Romana Extra Band 3
Bettwäsche in Schwarz und dunklem Violett verlieh dem Raum eine maskuline Note. Dass Alessandro sie selbst ausgewählt hatte, glaubte sie allerdings nicht. Dafür konnte sie ihn sich umso leichter auf diesem Bett vorstellen – und sich selbst in seinen Armen. Gleich darauf rief sie sich zur Ordnung. Bei Tageslicht würde er sie gewiss keines Blicks würdigen.

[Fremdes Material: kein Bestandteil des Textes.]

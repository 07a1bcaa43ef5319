// End-to-end: the result code travels as a QR code. The Tonight summary draws it on a canvas
// that Fivefold's own QR reader reads back, and offers it to the device's share sheet; the
// camera scanner (web/scan.js) reads a student's code from Chromium's fake camera, fed with a
// video made here from that code's QR modules, and says why when there is no camera.

import { after, test } from 'node:test';
import assert from 'node:assert/strict';
import { mkdtempSync, rmSync, writeFileSync } from 'node:fs';
import { tmpdir } from 'node:os';
import { join } from 'node:path';
import {
  addFromLibrary,
  artefact,
  context,
  launch,
  librarySet,
  ready,
  solve,
  useBrowser,
  y4m,
  resultCode,
  settled,
  tap,
} from './support.mjs';

const CLUB = librarySet('fours-freestyle-club');
const BOARD = 'tonight-board';
const PHONE_360 = { width: 360, height: 740, dpr: 2, touch: true };

const env = useBrowser();
const tmp = mkdtempSync(join(tmpdir(), 'fivefold-scan-'));
after(() => rmSync(tmp, { recursive: true, force: true }));

/** A stub share sheet: records what it was given. */
function stubShare() {
  window.__shared = [];
  Object.defineProperty(Navigator.prototype, 'share', {
    configurable: true,
    value: async (data) => {
      window.__shared.push(data);
    },
  });
  Object.defineProperty(Navigator.prototype, 'canShare', { configurable: true, value: () => true });
}

/** No share sheet, as in most desktop browsers. */
function noShare() {
  delete Navigator.prototype.share;
  delete Navigator.prototype.canShare;
}

/** The app in a fresh context with `init` run before the page's scripts. */
async function openWith(browser, url, options, init) {
  const c = await context(browser, options);
  if (init) await c.page.addInitScript(init);
  c.requested = [];
  c.page.on('request', (r) => c.requested.push(new URL(r.url()).pathname));
  await c.page.goto(url);
  await ready(c.page);
  return c;
}

/** From the set's last puzzle, Finish; with untried puzzles, the page asks first. */
async function finish(page) {
  await page.click(`#tonight-marks li:nth-child(${CLUB.puzzles.length}) button`);
  await page.click('#tonight-play [data-act="next"]');
}

/** Reads the QR code on a canvas of the page with Fivefold's wasm QR reader (web/scan). */
function readCanvas(page, selector) {
  return page.evaluate(async (sel) => {
    const c = document.querySelector(sel);
    const image = c.getContext('2d').getImageData(0, 0, c.width, c.height);
    const { decodeImage } = await import(new URL('scan.js', location.href).href);
    return decodeImage(image);
  }, selector);
}

test('finishing with untried puzzles asks first; the summary shows the code as a QR code that reads back, and sends it', async () => {
  const { page, context: ctx, errors, requested } = await openWith(env.browser, env.server.url, PHONE_360, stubShare);
  await addFromLibrary(page, CLUB.title);
  await solve(page, BOARD, CLUB.puzzles[0].solution.line, { touch: true, confirm: true });

  // Finish asks, naming the untried puzzles; the player can go to the first of them.
  await finish(page);
  assert.ok(await page.isVisible('#tonight-finish'));
  assert.ok(await page.isHidden('#tonight-summary'));
  const untried = CLUB.puzzles.length - 1;
  const ask = await page.textContent('#tonight-finish-text');
  assert.match(ask, new RegExp(`^${untried} puzzles are not tried yet: 2, 3`));
  assert.match(ask, /Finish the set anyway\?/);
  assert.equal(await page.textContent('#finish-go'), 'Go to puzzle 2');
  assert.equal(await page.evaluate(() => document.activeElement.id), 'finish-anyway');
  await artefact(page, 'tonight-finish-phone');
  await page.click('#finish-go');
  assert.equal(await page.textContent('#tonight-count'), `Puzzle 2 of ${CLUB.puzzles.length}`);
  assert.ok(await page.isHidden('#tonight-finish'), 'the question goes with the puzzle');
  // Puzzle 2 begun (its first move, and the reply) and left: the question names it too, and
  // says it counts as failed, as the summary then does.
  await tap(page, BOARD, CLUB.puzzles[1].solution.line[0], { touch: true });
  await tap(page, BOARD, CLUB.puzzles[1].solution.line[0], { touch: true });
  await settled(page, BOARD, 2);
  await finish(page);
  const left = Array.from({ length: untried - 1 }, (_, i) => String(i + 3));
  const listed = new Intl.ListFormat('en', { type: 'conjunction' })
    .format(left.length > 8 ? [...left.slice(0, 7), `${left.length - 7} more`] : left);
  assert.equal(await page.textContent('#tonight-finish-text'),
    `${untried - 1} puzzles are not tried yet: ${listed}. Puzzle 2 is begun and not finished: it counts as failed. Finish the set anyway?`);
  assert.equal(await page.textContent('#finish-go'), 'Go to puzzle 2');
  await page.click('#finish-anyway');
  await page.waitForSelector('#tonight-summary:not([hidden])');
  assert.equal(await page.textContent('#tonight-summary .count-failed dd'), '1');
  assert.equal(await page.textContent('#tonight-summary .count-untried dd'), String(untried - 1));

  await page.fill('#student-name', 'Mira Okafor');
  const code = await resultCode(page);
  assert.match(code, /^[0-9A-Z]{4}(-[0-9A-Z]{1,4})+$/);
  // What the student's page fetched, before this test loads the reader itself.
  const fetched = [...requested];
  assert.ok(fetched.includes('/tonight.js') && !fetched.some((p) => p.startsWith('/scan')), `the page loaded ${fetched}`);

  // The QR code: drawn, large enough for a camera at arm's length, and it reads back as the
  // code shown; a new name gives a new picture.
  assert.ok(await page.isVisible('#result-qr'));
  const box = await page.locator('#result-qr').boundingBox();
  const qr = await page.$eval('#result-qr', (c) => ({ modules: Number(c.dataset.modules), version: Number(c.dataset.version) }));
  assert.equal(qr.modules, 17 + 4 * qr.version);
  assert.ok(box.width >= 200 && box.width <= 360 && Math.abs(box.width - box.height) < 1, `QR box ${box.width}x${box.height}`);
  assert.ok(box.width / (qr.modules + 8) >= 4, 'a module is at least 4 CSS pixels');
  assert.ok(box.x >= 0 && box.x + box.width <= PHONE_360.width, 'the QR code fits the phone');
  assert.equal(await readCanvas(page, '#result-qr'), code);
  await page.fill('#student-name', 'Tomas Reyne');
  const other = await resultCode(page);
  assert.notEqual(other, code);
  assert.equal(await readCanvas(page, '#result-qr'), other);
  await page.fill('#student-name', 'Mira Okafor');
  await page.waitForFunction((c) => document.getElementById('result-code').textContent === c, code);

  // The share sheet gets the code itself.
  assert.ok(await page.isVisible('#share-code'));
  await page.click('#share-code');
  assert.deepEqual(await page.evaluate(() => window.__shared), [{ title: 'Fivefold result code', text: code }]);

  await page.locator('#tonight-summary').scrollIntoViewIfNeeded();
  await artefact(page, 'summary-qr-phone', { fullPage: true });
  assert.deepEqual(errors, []);
  await ctx.close();
});

test('without a share sheet the send button is hidden and copying stays', async () => {
  const { page, context: ctx, errors, requested } = await openWith(env.browser, env.server.url, {}, noShare);
  await addFromLibrary(page, CLUB.title);
  await finish(page);
  await page.click('#finish-anyway');
  await page.waitForSelector('#tonight-summary:not([hidden])');
  const fetched = [...requested];
  assert.ok(await page.isHidden('#share-code'));
  assert.ok(await page.isVisible('#copy-code'));
  assert.ok(await page.isVisible('#result-qr'));
  const shown = await resultCode(page);
  assert.equal(await readCanvas(page, '#result-qr'), shown);
  await artefact(page, 'summary-qr-desktop');
  assert.ok(fetched.length > 5 && !fetched.some((p) => p.startsWith('/scan')), `the page loaded ${fetched}`);
  assert.deepEqual(errors, []);
  await ctx.close();
});

test('after a first visit the scanner\'s files come from the cache: offline, the QR code still reads', async () => {
  const { page, context: ctx, errors } = await openWith(env.browser, env.server.url, {});
  await page.evaluate(() => navigator.serviceWorker.ready);
  await page.reload();
  await ready(page);
  const cached = await page.evaluate(async () => {
    const keys = await caches.keys();
    const c = await caches.open(keys.find((k) => k.startsWith('fivefold-')));
    return (await c.keys()).map((r) => new URL(r.url).pathname);
  });
  for (const f of ['/scan.js', '/scan/fivefold_scan.js', '/scan/fivefold_scan_bg.wasm']) assert.ok(cached.includes(f), `${f} is cached`);

  await ctx.setOffline(true);
  const served = env.server.requests.length;
  await page.reload();
  await ready(page);
  await addFromLibrary(page, CLUB.title);
  await finish(page);
  await page.click('#finish-anyway');
  await page.waitForSelector('#tonight-summary:not([hidden])');
  const shown = await resultCode(page);
  // Loaded the way the app loads it (platform.js), from the cache.
  const read = await page.evaluate(async () => {
    const { loadScanner } = await import(new URL('platform.js', location.href).href);
    const { decodeImage } = await loadScanner();
    const c = document.getElementById('result-qr');
    return decodeImage(c.getContext('2d').getImageData(0, 0, c.width, c.height));
  });
  assert.equal(read, shown);
  assert.equal(env.server.requests.length, served, 'nothing was fetched from the server while offline');
  assert.deepEqual(errors, []);
  await ctx.close();
});

// ---- the scanner ----

/** A page that opens the scanner in `#host` and collects what it reads in `window.read`. */
const SCAN_PAGE = `<!doctype html><meta charset="utf-8"><title>Scanner</title>
<meta name="viewport" content="width=device-width, initial-scale=1">
<link rel="stylesheet" href="style.css">
<main style="padding: 1rem"><div id="host"></div></main>
<script type="module">
  import { openScanner } from './scan.js';
  window.read = [];
  window.scanner = await openScanner(document.getElementById('host'), (t) => window.read.push(t));
  window.stream = document.querySelector('.scanner video')?.srcObject ?? null;
  window.opened = true;
</script>`;

async function scanPage(browser, init, options = {}) {
  const c = await context(browser, options);
  if (init) await c.page.addInitScript(init);
  c.requested = [];
  c.page.on('request', (r) => c.requested.push(new URL(r.url()).pathname));
  await c.page.route('**/scan-test.html', (route) => route.fulfill({ contentType: 'text/html', body: SCAN_PAGE }));
  await c.page.goto(`${env.server.url}scan-test.html`);
  await c.page.waitForFunction(() => window.opened === true);
  return c;
}

test('the scanner reads a student\'s result code from the camera, once, and stop releases the camera', async () => {
  // A real result code and its QR modules, from the app's own engine.
  const app = await openWith(env.browser, env.server.url, {});
  const made = await app.page.evaluate(async () => {
    // The code writers are the workshop module's (the page loads it for the summary).
    const m = await import(new URL('workshop/fivefold_web.js', location.href).href);
    await m.default();
    const set = JSON.parse(m.librarySets()).find((x) => x.title === 'Deep fours (freestyle)');
    const results = set.puzzles.map((_, i) => ({ attempt: ['clean', 'helped', 'failed', 'untried'][i % 4], hints: i % 3, seconds: 20 + 50 * i }));
    const code = m.resultCode(JSON.stringify(set), 'Ines Halloran', results);
    const qr = m.qrMatrix(code);
    return { code, size: qr.size, quiet: qr.quiet, dark: Array.from(qr.dark) };
  });
  await app.context.close();
  assert.match(made.code, /^[0-9A-Z]{4}(-[0-9A-Z]{1,4})+$/);
  assert.equal(made.dark.length, made.size * made.size);
  const video = join(tmp, 'code.y4m');
  writeFileSync(video, y4m(made));

  const browser = await launch({
    args: ['--use-fake-ui-for-media-stream', '--use-fake-device-for-media-stream', `--use-file-for-fake-video-capture=${video}`],
  });
  try {
    const { page, errors, requested } = await scanPage(browser, null, PHONE_360);
    assert.equal(await page.evaluate(() => window.scanner.error), null);
    assert.ok(await page.isVisible('.scanner video'));
    await page.waitForFunction(() => window.read.length > 0, null, { timeout: 20000 });
    // The video loops: the same code seen again is not reported again.
    await page.waitForTimeout(1500);
    assert.deepEqual(await page.evaluate(() => window.read), [made.code]);
    const decoder = await page.getAttribute('.scanner', 'data-decoder');
    const native = await page.evaluate(() => typeof window.BarcodeDetector === 'function');
    if (!native) {
      assert.equal(decoder, 'wasm');
      assert.ok(requested.includes('/scan/fivefold_scan_bg.wasm'), 'the wasm reader was loaded on first use');
    }
    assert.match(await page.textContent('.scan-status'), /Codes read so far: 1\.$/);
    await artefact(page, 'scan-panel-phone');
    await page.evaluate(() => window.scanner.stop());
    assert.equal(await page.$('.scanner'), null, 'the panel is gone');
    assert.ok(await page.evaluate(() => window.stream.getTracks().every((t) => t.readyState === 'ended')), 'the camera is released');
    assert.deepEqual(errors, []);
  } finally {
    await browser.close();
  }
});

test('the scanner uses the browser\'s own QR detector where there is one, and loads no wasm', async () => {
  const browser = await launch({ args: ['--use-fake-ui-for-media-stream', '--use-fake-device-for-media-stream'] });
  try {
    const { page, errors, requested } = await scanPage(browser, () => {
      let calls = 0;
      window.BarcodeDetector = class {
        static async getSupportedFormats() { return ['qr_code', 'ean_13']; }
        constructor(o) { window.__formats = o.formats; }
        async detect() {
          calls++;
          return calls < 3 ? [] : [{ rawValue: calls < 6 ? 'AAAA-BBBB' : 'CCCC-DDDD', format: 'qr_code' }];
        }
      };
    });
    await page.waitForFunction(() => window.read.length >= 2, null, { timeout: 10000 });
    assert.deepEqual(await page.evaluate(() => window.read), ['AAAA-BBBB', 'CCCC-DDDD']);
    assert.deepEqual(await page.evaluate(() => window.__formats), ['qr_code']);
    assert.equal(await page.getAttribute('.scanner', 'data-decoder'), 'detector');
    assert.ok(!requested.some((p) => p.startsWith('/scan/')), 'no wasm reader was fetched');
    assert.match(await page.textContent('.scan-status'), /Codes read so far: 2\.$/);
    // The Stop button releases the camera too.
    await page.click('.scanner button');
    assert.equal(await page.$('.scanner'), null);
    assert.ok(await page.evaluate(() => window.stream.getTracks().every((t) => t.readyState === 'ended')));
    assert.deepEqual(errors, []);
  } finally {
    await browser.close();
  }
});

test('a refused camera and a missing camera each get a clear message', async () => {
  for (const [name, want] of [
    ['NotAllowedError', /^The camera was not allowed\. .*paste the codes instead\.$/],
    ['NotFoundError', /^No camera was found on this device\. Paste the codes instead\.$/],
  ]) {
    const { page, context: ctx, errors } = await scanPage(env.browser, `(() => {
      navigator.mediaDevices.getUserMedia = async () => { throw new DOMException('no', ${JSON.stringify(name)}); };
    })()`);
    assert.equal(await page.getAttribute('.scanner', 'data-state'), 'error');
    assert.match(await page.textContent('.scan-status'), want);
    assert.match(await page.evaluate(() => window.scanner.error), want);
    assert.equal(await page.textContent('.scanner button'), 'Close');
    await page.click('.scanner button');
    assert.equal(await page.$('.scanner'), null);
    assert.deepEqual(errors, []);
    await ctx.close();
  }
});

Und das war gut so. Mit dem ihr anvertrauten Zweijährigen hatte sie alle Hände voll zu tun. Alice hatte behauptet, niemand könne so gut mit ihm umgehen wie sie. Daher hatte sie die beiden freien Tage pro Woche, die ihr zugestanden worden waren, in der Praxis kaum je nehmen können. Sie war dem Neugeborenen zur Mutter geworden, mit allen Pflichten, die das mit sich brachte. Ein „normales“ Leben hatte sie nur in den wenigen Wochen vor seiner Geburt geführt, als sie gemeinsam mit Alice die neu belebte Freundschaft gefeiert und die Annehmlichkeiten der Großstadt genossen hatte.
In den letzten Wochen vor der Niederkunft war Leonardo häufig zu Hause geblieben. Er war seiner schwangeren Frau selten von der Seite gewichen und hatte sie behütet und verwöhnt, während Maisy auf den ausdrücklichen Wunsch von Alice allein ausgegangen war.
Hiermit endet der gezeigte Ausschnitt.